[[ Source data open ]]
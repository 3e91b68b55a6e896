// SPDX-License-Identifier: MIT
//
// Nothing written with a spread is silently ignored. The cases are generated from the reader's own table of keys: each
// key gets a spread where it stands, and then either the answers of the band spread, or the spread is refused in words.

#include "core/casefile/keys.hpp"
#include "core/casefile/read.hpp"
#include "core/steady/evaluate.hpp"
#include "montecarlo/program/arguments.hpp"
#include "montecarlo/propagate/band.hpp"
#include "tests/support/spread_cases.hpp"
#include "transient/march/surge.hpp"

#include <gtest/gtest.h>

#include <algorithm>
#include <cmath>
#include <cstdlib>
#include <sstream>
#include <string>
#include <utility>
#include <vector>

namespace headband::montecarlo {
namespace {

using casefile::KeyRule;
using casefile::SpreadUse;
using test::SpreadCase;

/// One place in a case where a number may carry a spread.
struct Marker {
  std::size_t begin = 0, end = 0;  ///< in the text
  std::string key, value, spread;
};

std::vector<Marker> markers_of(std::string_view text) {
  std::vector<Marker> markers;
  for (std::size_t at = text.find("<<"); at != std::string_view::npos; at = text.find("<<", at + 1)) {
    Marker m;
    m.begin = at;
    m.end = text.find(">>", at) + 2;
    const std::string inside(text.substr(at + 2, m.end - at - 4));
    const std::size_t first = inside.find('|'), second = inside.find('|', first + 1);
    m.key = inside.substr(0, first);
    m.value = inside.substr(first + 1, second == std::string::npos ? second : second - first - 1);
    if (second != std::string::npos) m.spread = inside.substr(second + 1);
    markers.push_back(std::move(m));
  }
  return markers;
}

enum class Doubt { none, chance, range };

std::string number_text(double x) {
  std::ostringstream out;
  out.precision(10);
  out << x;
  return out.str();
}

/// The value of a marker as the case shall hold it.
std::string written(const Marker& m, Doubt doubt) {
  if (doubt == Doubt::none) return m.value;
  if (m.value == "none") return doubt == Doubt::chance ? "± 5 %" : "-5 % .. 5 %, not random";
  char* unit = nullptr;
  const double value = std::strtod(m.value.c_str(), &unit);
  const bool bare_words = unit == m.value.c_str();  // a number inside a sentence
  if (doubt == Doubt::chance || bare_words) return m.value + " " + (m.spread.empty() ? "± 5 %" : m.spread);
  const bool factor = m.spread.starts_with("x/");
  const std::size_t number = m.spread.find(' ');
  const double half =
      m.spread.empty() || factor ? 0.05 * std::abs(value) : std::strtod(m.spread.c_str() + number, nullptr);
  return number_text(value - half) + unit + " .. " + number_text(value + half) + unit + ", not random";
}

/// The text with every value exact but the one marked.
std::string text_with(const SpreadCase& each, const std::vector<Marker>& markers, std::size_t doubtful, Doubt doubt) {
  std::string out;
  std::size_t at = 0;
  for (std::size_t i = 0; i < markers.size(); ++i) {
    out += each.text.substr(at, markers[i].begin - at);
    out.append("\"").append(written(markers[i], i == doubtful ? doubt : Doubt::none)).append("\"");
    at = markers[i].end;
  }
  return out + std::string(each.text.substr(at));
}

base::Problems problems_of(const network::Case& c, const std::string& verb) {
  base::Problems problems = casefile::refused_by_verb(c, verb);
  const base::Problems missing = network::validate_for(c, verb);
  problems.insert(problems.end(), missing.begin(), missing.end());
  return problems;
}

std::string words_of(const base::Problems& problems) {
  std::string words;
  for (const auto& p : problems) words += p.path + ": " + p.what + " (" + p.value + ") " + p.hint + "\n";
  return words;
}

/// Whether anything the band says spreads.
bool spreads(const BandOutcome& outcome) {
  const auto apart = [](double a, double b) { return std::abs(a - b) > 1e-9 * std::max(std::abs(a), std::abs(b)); };
  for (const auto& answer : outcome.bands.answers) {
    if (answer.standard_deviation > 1e-9 * std::abs(answer.mean)) return true;
    if (answer.range && apart((*answer.range)[0], (*answer.range)[1])) return true;
  }
  for (const auto& limit : outcome.limits) {
    if (limit.probability > 0.0 && limit.probability < 1.0) return true;
    if (limit.probability_range && apart((*limit.probability_range)[0], (*limit.probability_range)[1])) return true;
  }
  return false;
}

BandOutcome band_of(const network::Case& c, bool surge) {
  const network::Plan plan = network::make_plan(c);
  BandOptions options;
  options.surge = surge;
  return run_band(c, plan, {}, options);
}

/// Says what is wrong with how the marked spread is treated; empty: it counts, or it is refused in words.
std::string complaint(const SpreadCase& each, const std::vector<Marker>& markers, std::size_t marked, Doubt doubt) {
  const std::string text = text_with(each, markers, marked, doubt);
  const auto reading = casefile::read_text("spread.toml", text, "");
  const KeyRule* rule = nullptr;
  for (const KeyRule& r : casefile::key_rules())
    if (std::string(r.section) + " " + std::string(r.key) == markers[marked].key) rule = &r;
  if (rule == nullptr) return "the reader's table has no such key";
  if (!reading.problems.empty()) {
    const std::string words = words_of(reading.problems);
    if (rule->spread != SpreadUse::refused) return "not refused by the table, but by the reader: " + words;
    return words.find("spread") != std::string::npos ? "" : "refused without a word about spreads: " + words;
  }
  if (rule->spread == SpreadUse::refused) return "to be refused, but read";
  const std::string verb(each.verb);
  if (const auto* known = program::verb_named(verb.substr(0, verb.find(' '))); known == nullptr || !known->ready)
    return known == nullptr ? "no such verb" : "";  // the verb as a whole is "not computed yet by this version"
  const base::Problems refused = problems_of(reading.value, verb);
  if (!refused.empty()) {
    const std::string words = words_of(refused);
    return words.find("not computed yet by this version") != std::string::npos ? "" : words;
  }
  if (reading.value.unknowns.size() != 1) return "unknowns: " + std::to_string(reading.value.unknowns.size());
  const BandOutcome outcome = band_of(reading.value, verb == "band --surge");
  if (outcome.bands.failed > 0) return std::to_string(outcome.bands.failed) + " draws failed";
  return spreads(outcome) ? "" : "silently ignored";
}

TEST(SpreadOfEachKey, TheCasesAreSoundAndExactWithoutASpread) {
  for (const SpreadCase& each : test::spread_cases()) {
    const auto markers = markers_of(each.text);
    const auto reading = casefile::read_text("spread.toml", text_with(each, markers, 0, Doubt::none), "");
    ASSERT_TRUE(reading.problems.empty()) << words_of(reading.problems) << each.text;
    if (!each.verb.starts_with("band") || !problems_of(reading.value, std::string(each.verb)).empty()) continue;
    EXPECT_TRUE(reading.value.unknowns.empty()) << reading.value.unknowns.front().name << each.text;
    EXPECT_FALSE(spreads(band_of(reading.value, each.verb == "band --surge"))) << each.text;
  }
}

TEST(SpreadOfEachKey, CountsOrIsRefusedInWords) {
  for (const Doubt doubt : {Doubt::chance, Doubt::range})
    for (const SpreadCase& each : test::spread_cases()) {
      const auto markers = markers_of(each.text);
      for (std::size_t i = 0; i < markers.size(); ++i) {
        const std::string words = complaint(each, markers, i, doubt);
        EXPECT_TRUE(words.empty()) << each.verb << ": " << markers[i].key << " = \"" << written(markers[i], doubt)
                                   << "\": " << words;
      }
    }
}

/// Answers of the central run of a case, as the verbs `flow` and `surge` find them.
std::vector<double> answers_of_run(const network::Case& c, bool surge) {
  const network::Plan plan = network::make_plan(c);
  const network::Values<1> values = network::realise(c, plan);
  steady::SteadySolver solver(c, plan);
  steady::SteadyState<1> state;
  solver.solve(values, state);
  if (surge) return transient::run_surge(c, plan, values, state).answer_value;
  std::vector<double> answers;
  for (const auto& answer : plan.answers) answers.push_back(steady::answer<1>(plan, values, state, answer).number);
  return answers;
}

// A draw written back as a plain case, read again and run alone gives the bits it had among its seven neighbours.
TEST(SpreadOfEachKey, ADrawWrittenAsACaseGivesTheBitsOfTheBatch) {
  int tried = 0;
  for (const Doubt doubt : {Doubt::chance, Doubt::range})
    for (const SpreadCase& each : test::spread_cases()) {
      const auto markers = markers_of(each.text);
      const bool surge = each.verb == "band --surge";
      for (std::size_t i = 0; i < markers.size(); ++i) {
        const auto reading = casefile::read_text("spread.toml", text_with(each, markers, i, doubt), "");
        const network::Case& c = reading.value;
        if (!each.verb.starts_with("band") || !reading.problems.empty()) continue;
        if (!problems_of(c, std::string(each.verb)).empty()) continue;
        const BandOutcome outcome = band_of(c, surge);
        const long long draw = 5;
        const auto scores = scores_of_draw(c, c.band.seed, outcome.bands.draws, draw);
        const std::string plain = casefile::write_case(c, scores, "draw");
        auto again = casefile::read_text("draw.toml", plain, "");
        ASSERT_TRUE(again.problems.empty()) << markers[i].key << ": " << words_of(again.problems) << plain;
        EXPECT_TRUE(again.value.unknowns.empty()) << markers[i].key << plain;
        again.value.band = c.band;
        const auto answers = answers_of_run(again.value, surge);
        ASSERT_EQ(answers.size(), outcome.bands.answers.size());
        for (std::size_t a = 0; a < answers.size(); ++a) {
          const double batch = outcome.bands.output_value[static_cast<std::size_t>(draw) * answers.size() + a];
          EXPECT_EQ(answers[a], batch) << markers[i].key << " = \"" << written(markers[i], doubt) << "\"\n" << plain;
        }
        ++tried;
      }
    }
  EXPECT_GT(tried, 150);
}

// "as NAME" is looked up wherever it can be written, and refused where a value is chosen and not drawn.
TEST(SpreadOfEachKey, SharingAValueThatIsNotThereIsToldForEveryKey) {
  for (const SpreadCase& each : test::spread_cases()) {
    if (!each.verb.starts_with("band")) continue;
    auto markers = markers_of(each.text);
    for (Marker& m : markers) {
      if (m.key.starts_with("event when") || m.key.starts_with("spot ")) continue;  // numbers inside a sentence
      const std::string value = std::exchange(m.value, "as the other one");
      const auto reading = casefile::read_text("shared.toml", text_with(each, markers, 0, Doubt::none), "");
      const std::string words = words_of(reading.problems);
      EXPECT_TRUE(words.find("no value is called 'the other one'") != std::string::npos ||
                  words.find("a spread is not taken here") != std::string::npos)
          << m.key << ": " << words;
      m.value = value;
    }
  }
}

// The one place where a spread can be lost in rounding says so.
TEST(SpreadOfEachKey, AFixedTimeStepWarnsThatItRoundsAnUncertainWaveSpeed) {
  for (const SpreadCase& each : test::spread_cases()) {
    const std::size_t reaches = each.text.find("\nreaches = 8\n");
    if (each.text.find("wave_speed_scatter") == std::string_view::npos || reaches == std::string_view::npos) continue;
    const auto markers = markers_of(each.text);
    for (std::size_t i = 0; i < markers.size(); ++i) {
      const bool speed = markers[i].key == "pipe modulus";
      if (!speed && markers[i].key != "event over") continue;
      std::string text = text_with(each, markers, i, Doubt::chance);
      text.replace(text.find("\nreaches = 8\n"), 13, "\ntime_step = \"0.1 s\"\n");
      const auto reading = casefile::read_text("spread.toml", text, "");
      ASSERT_TRUE(reading.problems.empty()) << words_of(reading.problems);
      const auto warnings = band_of(reading.value, true).warnings;
      const bool told = std::ranges::any_of(
          warnings, [](const std::string& w) { return w.starts_with("time_step is given: the wave speed of main"); });
      EXPECT_EQ(told, speed) << markers[i].key;
    }
  }
}

TEST(SpreadOfEachKey, EveryKeyOfTheTableIsTried) {
  std::vector<std::string> tried;
  for (const SpreadCase& each : test::spread_cases())
    for (const Marker& m : markers_of(each.text)) tried.push_back(m.key);
  for (const KeyRule& rule : casefile::key_rules()) {
    const std::string key = std::string(rule.section) + " " + std::string(rule.key);
    EXPECT_NE(std::ranges::find(tried, key), tried.end()) << key;
  }
}

}  // namespace
}  // namespace headband::montecarlo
[[ Source data closed ]]
● What is expected:
A single number is the whole answer: the tally of lines in the entries that hold "spreads".

● Written answer:
5